* _Task objective_
Take each line below that has "weights" and copy it.

:: Source data

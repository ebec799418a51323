"""A four-point semidefinite upper bound on A(n, d) for binary codes, proved in exact arithmetic.

Problem
-------
Bound the size of every binary code ``C`` of length ``n`` and minimum distance ``d`` with
constraints on how the code's *quadruples* of words sit in the cube, as in the method of
Gijswijt, Mittelmann and Schrijver (2012), on top of Schrijver's three-point program
(:mod:`codesearch.bounds.sdp`).

Variables
---------
Let ``G`` be the automorphism group of the cube (translations and coordinate permutations)
and, for a set ``S`` of words, ``y(S)`` the probability that ``g(S)`` lies in ``C`` for ``g``
uniform in ``G``; ``y`` depends only on the ``G``-orbit of ``S``. Put
``x(S) = y(S) / y({0})``: ``x`` of a single word is 1, ``x`` of a pair or triple is
Schrijver's three-point variable of its triangle of distances
(:mod:`codesearch.bounds.terwilliger`), and ``x`` of a 4-set is new. A 4-set
``{P0, P1, P2, P3}`` is described by its *profile* ``(s0, s1, s2, s3, m1, m2, m3)``: ``s_a``
columns in which ``P_a`` differs from the three others, ``m_b`` columns that split the four
points as ``{P0, P_b} | {the other two}``; the rest of the ``n`` columns are constant. The
``G``-orbits of 4-sets are the profiles modulo the 24 relabellings of the points (the
canonical profile is the least one); the pairwise distances are
``d(P_a, P_b) = s_a + s_b + (the two m's whose matching separates a and b)``. A 4-set with a
distance in ``1..d-1`` never lies in a code, so its variable is zero and left out; for even
``d`` only codes with all distances even are considered (some largest code is one:
puncture, then extend by parity), which also zeroes every set with an odd distance.

Constraints (every one holds for every code; proofs)
----------------------------------------------------
For a code ``C`` and a set ``D`` of words, the matrix indexed by words ``u, v``

    E_g[ 1(g u in C) 1(g v in C) prod_{a in A} 1(g a in C) prod_{b in B} (1 - 1(g b in C)) ]

with ``D = A u B`` is an average of matrices ``f f^T`` (``f_u = 1(g u in C) * ...``), hence
positive semidefinite; expanding the product it is a signed sum of ``y`` of sets, and dividing
by ``y({0}) > 0`` keeps it PSD. For ``|D| = 1`` these are Schrijver's two matrices (kept as
they are, with all of Schrijver's linear rows). New here: ``D = {0, w}`` with ``|w| = i``,

* family 2 (``0, w`` in ``C``):      ``N_uv = x({0, w, u, v})``, ``i >= d``;
* family 3 (``0`` in, ``w`` out):    ``N_uv = x({0, u, v}) - x({0, w, u, v})``, ``i >= d``;
* family 4 (``0, w`` both out):      ``N_uv = x({u, v}) - x({0, u, v}) - x({w, u, v})
  + x({0, w, u, v})``, ``1 <= i <= n``

(family 3 with ``i < d`` is Schrijver's first matrix again, so it is left out), and the
diagonal inequalities of the same kind for every 4-set ``S`` of the program and every split
``S = A u B`` with ``A`` not empty: ``sum_{B' in B} (-1)^|B'| x(A u B') >= 0``.

Symmetry reduction (block diagonalisation)
------------------------------------------
``N`` is invariant under the permutations fixing ``w``, ``S_i x S_{n-i}`` (support of ``w``
and its complement). The matrices indexed by ``F^i x F^{n-i}`` invariant under that group are
the tensor product of two Terwilliger algebras of cubes, so Schrijver's block
diagonalisation of each factor gives theirs: with ``u`` of weights ``(i1, i2)`` on the two
parts, ``v`` of weights ``(j1, j2)`` and ``t1, t2`` common ones, ``N`` is PSD if and only if
for all ``0 <= k1 <= i/2``, ``0 <= k2 <= (n-i)/2`` the block

    B[(i1,i2),(j1,j2)] = sum_{t1,t2} beta^(i)[i1,j1,k1,t1] beta^(n-i)[i2,j2,k2,t2] N(i1,j1,t1,i2,j2,t2)

(``k1 <= i1, j1 <= i - k1``, ``k2 <= i2, j2 <= n - i - k2``; ``beta^(m)`` Schrijver's coefficient
at length ``m``, :func:`codesearch.bounds.terwilliger.beta`) is PSD: the blocks are the images of
``N`` under the tensor product of the two *-isomorphisms, up to a positive diagonal
congruence, with multiplicity ``(C(i,k1) - C(i,k1-1)) (C(n-i,k2) - C(n-i,k2-1))``. Rows whose
diagonal entry vanishes for every code (the words ``u`` that cannot lie in ``C`` together with
the set ``A``) are dropped. Two further splits, each a congruence of the block:

* *parity* (even ``d``): entries between rows with ``i1 + i2`` of different parities are
  zero (the sets involved have an odd distance), so the block is the direct sum of its two
  parity classes;
* *swap* (families 2 and 4): translation by ``w`` exchanges ``0`` and ``w``, maps row
  ``(i1, i2)`` to ``(i - i1, i2)`` and leaves ``N`` invariant; with ``f_r = e_r + e_r'`` and
  ``f_r = e_r - e_r'`` (``r'`` the mirror row) the block splits into a ``+`` and a ``-`` part.
  For odd ``i`` (family 4 with even ``d``) the mirror exchanges the parity classes, so only
  the class of even ``i1 + i2`` is kept.

Each split block is ``F^T B F`` for a fixed integer matrix ``F``, so it is PSD for every code
whatever the splits; the splits lose nothing because ``B`` is their direct sum.
:mod:`codesearch.verify.four_point` rebuilds every coefficient itself.

What is and is not in the program
---------------------------------
It contains Schrijver's three-point program (his two block families, all his linear rows),
so its value is never above the three-point bound; added are the families 2-4 above, the
diagonal inequalities of every free 4-set and, on request (``target``), the moment matrix
of all sets of at most two words (families 5 and 6 below).

The pair moment matrix (families 5 and 6)
-----------------------------------------
The matrix indexed by the sets ``S`` of at most two words with entries ``y(S u S')`` is
``E_g[f f^T]`` with ``f_S = 1(g S in C)``, so it is PSD; divided by ``y({0}) = |C| / 2^n`` its
entries are ``x(S u S')``, except the corner ``x(empty) = 2^n / |C|``, which is not linear in
``x``. Write a pair or a single word as ``(u, a)``: the set ``{u, u + a}`` (``a = 0``: the word
``u``; each pair appears twice, which does not change positive semidefiniteness). The entry
between ``(u, a)`` and ``(v, b)`` is ``f(a, b, c) = x({0, a, c, c + b})``, ``c = u + v``
(translate by ``u``), so the characters ``z`` of ``F_2^n`` block-diagonalise the part without
the empty set: block ``z`` has entries ``F_z(a, b) = sum_c (-1)^(z.c) f(a, b, c)``, and it
vanishes on the rows with ``z.a = 1`` (``f(a, b, c + a) = f(a, b, c)``). The row of the empty
set has entries ``x({u, u + a}) = p(a)``, constant in ``u``, so it meets only ``z = 0``: with
the row scaled by ``2^(-n/2)`` that block is ``[[1 / |C|, p^T], [p, F_0]]``. For a code of at
least ``U`` words, ``[[1 / U, p^T], [p, F_0]]`` is then PSD too (the corner only grew), and
scaling the first row by ``U`` makes it integral: family 6 is

    [[U, U C(n, j) p_j], [U C(n, i) p_i, G_0(i, j)]]   (rows: the empty set, then weights i),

::::

* _Solution for this exercise_
diagonalisation of each factor gives theirs: with ``u`` of weights ``(i1, i2)`` on the two
parts, ``v`` of weights ``(j1, j2)`` and ``t1, t2`` common ones, ``N`` is PSD if and only if
    [[U, U C(n, j) p_j], [U C(n, i) p_i, G_0(i, j)]]   (rows: the empty set, then weights i),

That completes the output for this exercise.